Dédiabolisation (lit. 'de-demonisation') is a term used in French politics to describe the normalisation of the National Rally (RN), a far-right party formerly known as the National Front (FN), since the late 1980s.

== History ==
The term was coined by journalist Olivier Biffaud in a 1989 article in Le Monde, where he wrote that "the National Front has been 'demonised' [diabolisé] for several years. It is now undertaking its dédiabolisation. This, in essence, is the message that the leaders of the far-right movement have been trying to get across to their cadres since the start of the summer university they are holding in La Baule."

Upon assuming the FN leadership in 2011, Marine Le Pen made dédiabolisation a key plank of her leadership, particularly by expelling openly pro-Vichy France members from the party (including her father, Jean-Marie Le Pen) and by changing the party's name in 2018. The term was first entered into the Larousse Dictionary in 2015. Dédiabolisation has continued into the 2020s, as the RN began to compete for the largest party in French politics.
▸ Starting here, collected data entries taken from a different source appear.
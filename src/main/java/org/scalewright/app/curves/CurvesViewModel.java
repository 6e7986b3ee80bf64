package org.scalewright.app.curves;

import javafx.beans.property.ObjectProperty;
import javafx.beans.property.ReadOnlyObjectProperty;
import javafx.beans.property.ReadOnlyObjectWrapper;
import javafx.beans.property.SimpleObjectProperty;
import javafx.collections.FXCollections;
import javafx.collections.MapChangeListener;
import javafx.collections.ObservableMap;
import org.scalewright.app.session.ScaleSession;
import org.scalewright.chart.CurveData;
import org.scalewright.chart.CurveOverlay;
import org.scalewright.chart.TargetMarks;
import org.scalewright.physics.ScaleAnalysis;

/**
 * What the three curves show, rebuilt whenever the working scale, the reference, the display
 * units or the selected key change. The proposal is set by whoever has one to show (none by
 * default); so are the overlays drawn over the percent-of-breaking-strength curve, each tool
 * putting its own under its name in {@link #overlays()} (e.g. the wire check's after and peak).
 */
public final class CurvesViewModel {
    private final ScaleSession session;
    private final ReadOnlyObjectWrapper<CurveData> data = new ReadOnlyObjectWrapper<>();
    private final ObjectProperty<ScaleAnalysis> proposal = new SimpleObjectProperty<>();
    private final ObjectProperty<TargetMarks> target = new SimpleObjectProperty<>();
    private final ObjectProperty<PointDrag> pointDrag = new SimpleObjectProperty<>();

    /**
     * Told when the user drags a control point of the target on the tension curve. Values are
     * per-string tension in N.
     */
    public interface PointDrag {
        /** The point at {@code index} of the target's control points is being dragged to {@code newtons}. */
        void dragged(int index, double newtons);

        /** The drag of the point at {@code index} ended at {@code newtons}. */
        void released(int index, double newtons);
    }
    private final ObservableMap<String, java.util.List<CurveOverlay>> overlays =
            FXCollections.observableMap(new java.util.LinkedHashMap<>());

    public CurvesViewModel(ScaleSession session) {
        this.session = session;
        session.analysisProperty().addListener((o, a, b) -> update());
        session.referenceAnalysisProperty().addListener((o, a, b) -> update());
        session.showReferenceProperty().addListener((o, a, b) -> update());
        session.unitsProperty().addListener((o, a, b) -> update());
        session.selectedKeyProperty().addListener((o, a, b) -> update());
        proposal.addListener((o, a, b) -> update());
        overlays.addListener((MapChangeListener<String, java.util.List<CurveOverlay>>) c -> update());
        update();
    }

    ReadOnlyObjectProperty<CurveData> dataProperty() {
        return data.getReadOnlyProperty();
    }

    public CurveData data() {
        return data.get();
    }

    public ObjectProperty<ScaleAnalysis> proposalProperty() {
        return proposal;
    }

    /** @return the rescaling target drawn on the tension curve (null: none) */
    public ObjectProperty<TargetMarks> targetProperty() {
        return target;
    }

    /** @return who is told of control-point drags on the tension curve (null: points cannot be dragged) */
    public ObjectProperty<PointDrag> pointDragProperty() {
        return pointDrag;
    }

    /**
     * The overlays drawn over the percent-of-breaking-strength curve, by the tool that shows
     * them (put a tool's list under its own name; remove it to clear), drawn in the order the
     * tools first put them.
     */
    public ObservableMap<String, java.util.List<CurveOverlay>> overlays() {
        return overlays;
    }

    /** Selects the note nearest to a key-number position on a curve (a click on a chart). */
    public void pick(double keyPosition) {
        ScaleAnalysis a = session.analysis();
        Integer best = null;
        double bestDistance = Double.MAX_VALUE;
        for (var r : a.notes()) {
            double d = Math.abs(r.key() - keyPosition);
            if (d < bestDistance) {
                bestDistance = d;
                best = r.key();
            }
        }
        if (best != null && bestDistance <= 1.0) {
            session.selectedKeyProperty().set(best);
        }
    }

    private void update() {
        CurveData d = CurveData.of(session.analysis(), session.units());
        if (session.showReferenceProperty().get() && session.referenceAnalysisProperty().get() != null
                && !session.referenceAnalysisProperty().get().notes().isEmpty()) {
            d = d.withReference(session.referenceAnalysisProperty().get());
        }
        d = d.withProposal(proposal.get());
        d = d.withOverlays(overlays.values().stream().flatMap(java.util.List::stream).toList());
        Integer key = session.selectedKeyProperty().get();
        if (key != null) {
            d = d.withSelectedKey(key);
        }
        data.set(d);
    }
}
This latest phase has included the election of 28-year-old Jordan Bardella as party president in 2022 and with Le Pen distancing herself from Éric Zemmour in the 2022 French presidential election.

== Reception ==
Historian Andrew Hussey said that dédiabolisation has "largely been a success" for the RN, adding that "a new generation has emerged... which doesn't care about the RN’s murky past – which is well beyond their lifetime anyway – and who will be very soon be shaping the future of France."

Robert Zaretsky of the University of Houston called the term "misleading", saying that it was "a public relations effort to change the public's view of the party" instead of a change in the party's values. Itay Lotem of the University of Westminster described the strategy as keeping the traditional FN "strategy of channelling nationalistic, anti-Muslim sentiment" but with a "polished, media savvy focus on eradicating any overt racism."

Safia Dahani of the Université Paris 1 Panthéon-Sorbonne stated that established political institutions and media have played key roles in dédiabolisation, pointing towards centre-right politicians who have defected to the RN, the election of RN MPs as vice-presidents of the National Assembly, and the frequency with which RN figures have been invited to participate in media programmes, while the media has at the same time softened its descriptions of the RN as far-right.

== See also==
- Deradicalization
- Far-right politics in France
- Moderation theory
- Post-fascism
- Radical right (Europe)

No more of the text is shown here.